God bless you if you can find a single legit place on this island serving eggs and bacon (and God save you if that’s what you’re craving in a place where you can have handmade gnocchi three meals a day). The best spots for cicchetti (tapas, often in the form of crostini) and spritzes swing their doors open by 11:00 AM. Stave off your appetite by mopping up an espresso with a croissant while standing up at a café counter somewhere, and around 11:00 AM, make a beeline for Cantione gia Schiavi or something similar to do the first “meal” of the day the Venetian way. (Then, be sure to block out half the afternoon for the requisite ensuing nap because I still haven’t mastered an understanding of how to get through the day on a caffeine/carb/sugar-crash rollercoaster like that.)
6. Do NOT arrive by cruise ship.
I’m going to boldly make one potentially offensive-to-some statement, here: Cruises to Venice are for jerks. After years of backlash from residents, not to mention warnings of the damage being sustained to the canal infrastructure from experts, late last year Venice laid out a plan that would reroute cruise ships of more than 55 tons away from the Giudecca Canal by 2021 — one small step in the right direction toward banning all cruise ships of any size entirely, which is what 99% of Venetians prefer.
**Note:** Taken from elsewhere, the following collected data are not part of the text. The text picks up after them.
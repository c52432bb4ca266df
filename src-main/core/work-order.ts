import type { Status } from './domain';

// A job on one vehicle: opened with the customer's complaint, worked through in steps, and
// handed back. What the shop records and what the job sheet prints; no I/O here.

export const WORK_ORDER_STATUSES = ['open', 'waiting-for-parts', 'ready', 'handed-over'] as const;
export type WorkOrderStatus = (typeof WORK_ORDER_STATUSES)[number];

export const WORK_ORDER_STATUS_LABELS: Readonly<Record<WorkOrderStatus, string>> = {
  open: 'Open',
  'waiting-for-parts': 'Waiting for parts',
  ready: 'Ready',
  'handed-over': 'Handed over',
};

/**
 * Where a job may go from each status. A job waiting for parts goes back to open when they
 * come; a ready job goes back to open when the test drive finds more. Handed over is the end:
 * a new complaint opens a new work order, so the signed sheet stays what was signed.
 */
export const WORK_ORDER_TRANSITIONS: Readonly<Record<WorkOrderStatus, readonly WorkOrderStatus[]>> = {
  open: ['waiting-for-parts', 'ready'],
  'waiting-for-parts': ['open', 'ready'],
  ready: ['open', 'handed-over'],
  'handed-over': [],
};

export const WORK_STEP_KINDS = ['checked', 'part-swapped', 're-geared', 'tested', 'note'] as const;
export type WorkStepKind = (typeof WORK_STEP_KINDS)[number];

export const WORK_STEP_LABELS: Readonly<Record<WorkStepKind, string>> = {
  checked: 'Checked',
  'part-swapped': 'Part swapped',
  're-geared': 'Re-geared',
  tested: 'Tested',
  note: 'Note',
};

/** One build's verdict as it stood at a moment of the job: what the sheet prints before and after. */
export interface VerdictSnapshot {
  buildId: string;
  buildName: string;
  /** null: the build had not been checked. */
  status: Status | null;
  /** The checks that were not clear, in the sheet's words. */
  findings: { rule: string; status: Status; message: string; unit: string }[];
}

export interface WorkStep {
  position: number;
  kind: WorkStepKind;
  /** What was found or done. */
  text: string;
  /** Why: the finding or complaint it answers. */
  reason: string;
  at: string;
  actor: string;
  /** History entries this step caused (a part swap's edit, a re-gear's build change). */
  historyIds: number[];
}

export interface WorkOrder {
  id: string;
  version: number;
  vehicleId: string;
  /** The customer at opening; null for the shop's own vehicle. */
  customerId: string | null;
  complaint: string;
  status: WorkOrderStatus;
  openedAt: string;
  handedOverAt: string | null;
  signedOffBy: string;
  verdictsAtOpening: VerdictSnapshot[];
  /** Taken at hand-over; null before. */
  verdictsAtHandOver: VerdictSnapshot[] | null;
  steps: WorkStep[];
}

/** Why a status change is refused, or null when it may be made. */
export function transitionProblem(from: WorkOrderStatus, to: WorkOrderStatus): string | null {
  if (from === to) return `the work order is already "${WORK_ORDER_STATUS_LABELS[to]}"`;
  if (WORK_ORDER_TRANSITIONS[from].includes(to)) return null;
  if (from === 'handed-over') return `the work order was handed over and is closed; open a new work order for new work`;
  const allowed = WORK_ORDER_TRANSITIONS[from].map((s) => `"${WORK_ORDER_STATUS_LABELS[s]}"`).join(' or ');
  return `a work order that is "${WORK_ORDER_STATUS_LABELS[from]}" can go to ${allowed}, not to "${WORK_ORDER_STATUS_LABELS[to]}"`;
}

/** Steps may be added until the vehicle is handed over. */
export function stepProblem(status: WorkOrderStatus): string | null {
  return status === 'handed-over' ? 'the work order was handed over and is closed; open a new work order for new work' : null;
}

export interface VerdictComparison {
  buildId: string;
  buildName: string;
  before: Status | null;
  after: Status | null;
  /** before and after both present and different. */
  changed: boolean;
}

/** Builds side by side at opening and at hand-over (or now), in the order they first appear. */
export function compareSnapshots(before: readonly VerdictSnapshot[], after: readonly VerdictSnapshot[] | null): VerdictComparison[] {
  const rows = new Map<string, VerdictComparison>();
  for (const b of before) rows.set(b.buildId, { buildId: b.buildId, buildName: b.buildName, before: b.status, after: null, changed: false });
  for (const a of after ?? []) {
    const row = rows.get(a.buildId) ?? { buildId: a.buildId, buildName: a.buildName, before: null, after: null, changed: false };
    row.after = a.status;
    row.buildName = a.buildName;
    rows.set(a.buildId, row);
  }
  for (const row of rows.values()) row.changed = after !== null && row.before !== row.after;
  return [...rows.values()];
}
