// A full-throttle run of a car or truck from standstill, time-stepped with the same motor model
// and road load as the steady figures. The vehicle accelerates as
//   m·dv/dt = F_ground − (½ρC_dA·v² + C_rr·m·g),
// with F_ground the motor force through the gearing and its losses, held to the traction limit
// μ·(share of weight on the driven wheels)·m·g while the tyres would spin (the straight-line
// acceleration model of vehicle-dynamics texts, e.g. T. D. Gillespie, "Fundamentals of Vehicle
// Dynamics", SAE 1992, ch. 2: traction-limited then power-limited acceleration). While traction
// limits, the motor current is what the tyres can take; then it is the motor's current at the
// speed the wheels turn. The inertia of wheels, gears and rotor is not modelled (the sheet says
// so). The RMS current over the run is what heats packs, wires and controllers.

import { currentAt, stallCurrent, type MotorParams } from './motor';
import type { Driveline, RoadVehicle } from './ground-load';
import { roadLoad } from './road-load';

/** Steps per run: enough that halving the step moves the RMS by well under 0.5 %. */
export const RUN_STEPS = 240;

export interface RunModel {
  m: MotorParams;
  voltageV: number;
  d: Driveline;
  road: RoadVehicle;
  /** μ·share·m·g, N; null where the traction is unknown (no wheelspin limit: the high-current side). */
  tractionForceN: number | null;
}

export interface RunResult {
  /** Per motor. */
  rmsCurrentA: number;
  averageCurrentA: number;
  endSpeedMps: number;
  /** Sample times, speeds and per-motor currents, RUN_STEPS + 1 of each, for charts. */
  timeS: number[];
  speedMps: number[];
  currentA: number[];
}

interface Point {
  accel: number;
  current: number;
}

function pointAt(r: RunModel, radiusM: number, speedMps: number, out: Point): Point {
  const { m, voltageV, d, road } = r;
  const omega = (speedMps / radiusM) * d.finalDrive;
  // The current cannot pass the stall current (the motor turning no slower than standstill).
  let current = Math.min(currentAt(m, voltageV, omega), stallCurrent(m, voltageV));
  let force = (d.motorCount * ((current - m.noLoadCurrentA) / m.kvRad) * d.finalDrive * d.efficiency) / radiusM;
  if (r.tractionForceN !== null && force > r.tractionForceN) {
    force = r.tractionForceN;
    // The tyres take only this much: the motor torque (and so its current) is held to it.
    current = ((force * radiusM) / d.finalDrive / d.efficiency / d.motorCount) * m.kvRad + m.noLoadCurrentA;
  }
  const resist = roadLoad(road.airDensity, road.dragAreaM2, road.rollingCoefficient, road.massKg, speedMps);
  let accel = (force - resist) / road.massKg;
  // Standing still, rolling resistance holds the vehicle rather than pushing it backwards.
  if (speedMps <= 0 && accel < 0) accel = 0;
  out.accel = accel;
  out.current = current;
  return out;
}

/** Time-steps the run (Heun's method) and integrates I and I² by the trapezoid rule. */
export function fullThrottleRun(r: RunModel, runLengthS: number, samples = false): RunResult {
  const radiusM = r.d.tireDiameterMm / 2000;
  const dt = runLengthS / RUN_STEPS;
  const a: Point = { accel: 0, current: 0 };
  const b: Point = { accel: 0, current: 0 };
  const timeS: number[] = [];
  const speedMps: number[] = [];
  const currentA: number[] = [];
  let v = 0;
  pointAt(r, radiusM, v, a);
  let sum = 0;
  let sumSq = 0;
  if (samples) {
    timeS.push(0);
    speedMps.push(0);
    currentA.push(a.current);
  }
  for (let k = 0; k < RUN_STEPS; k++) {
    const i0 = a.current;
    const acc0 = a.accel;
    pointAt(r, radiusM, Math.max(0, v + acc0 * dt), b);
    v = Math.max(0, v + 0.5 * (acc0 + b.accel) * dt);
    pointAt(r, radiusM, v, a);
    const i1 = a.current;
    sum += 0.5 * (i0 + i1) * dt;
    sumSq += 0.5 * (i0 * i0 + i1 * i1) * dt;
    if (samples) {
      timeS.push((k + 1) * dt);
      speedMps.push(v);
      currentA.push(i1);
    }
  }
  return { rmsCurrentA: Math.sqrt(sumSq / runLengthS), averageCurrentA: sum / runLengthS, endSpeedMps: v, timeS, speedMps, currentA };
}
In the meantime, cruise ships under 105,000 tons can still sail, causing a perilously excessive wake and marred view, as well as spilling thousands of additional tourists per day into the clogged arteries of this small city. As of now, cruise ships in an already-overcrowded Venice increase the daily population by one third.
More generally, cruises are often for those who think experiencing a city – which, in this case, is already at risk of sinking into the ever-rising seas – means stints of lounging on a floating shopping mall punctuated by brief and shallow consumption-driven forays into the streets of a different “exotic” destination. If you visit this endangered paradise, earn it. Go directly there, take it in, and step lightly. After all, you’re walking on a work of art.
7. Do NOT visit in the summer.
Very bad things happen to Venice in the summer, like sewage smells and crowd surfing down the alleys on the shoulders of the aforementioned cruise-ship patrons. Plus, off-peak hotel prices do exist, the weather’s never bad except during Acqua Alta (if you consider cold, blinding fog and knee-high winter flooding “bad”), and at some point in April, you can catch the wisteria in bloom.
8. Do NOT bring a roll-aboard.
This could be a tough concession, even for light travelers, but you’ll want to develop that upper-body strength and at least pick up a wheeled suitcase by the handle while you walk. The obtrusive cacophony of a rolling bag in the amphitheater-like acoustics of stone on stone is just too much for everyone.
I’ve covered how this is a courteous measure for a visitor to take, but I should also mention that it’s now illegal to roll your bag. Somehow, in a city that green-lit cruise ships, the powers that be ruled for the residents and against the tourists on this one and managed, after years of effort, to successfully ban luggage with hard wheels, along with a €500 fine on anyone caught rolling.
9. Do NOT bring a map.
At least for a day or two, spare yourself the fruitless hilarity of trying to plot your way through the tangle of arms-length-wide alleys that stand in for streets in Venice. Instead, wander around without having to be anywhere in particular at any particular time. I promise you’ll discover just as many mind-blowing, lovely things, and each will be all the more gratifying because they were true discoveries.
I especially recommend such an aimless walk at night, when the streets are empty (two-thirds of Venice is in bed, and the other third is back in its cruise-ship bunkers) and the sounds of your footsteps on stone and the lapping of water against the canal walls are the only sounds. In a peninsula neighborhood like Dorsoduro, the land available to you for wandering is so scant and narrow, it’s nearly impossible to get too lost. But do mind the vampires.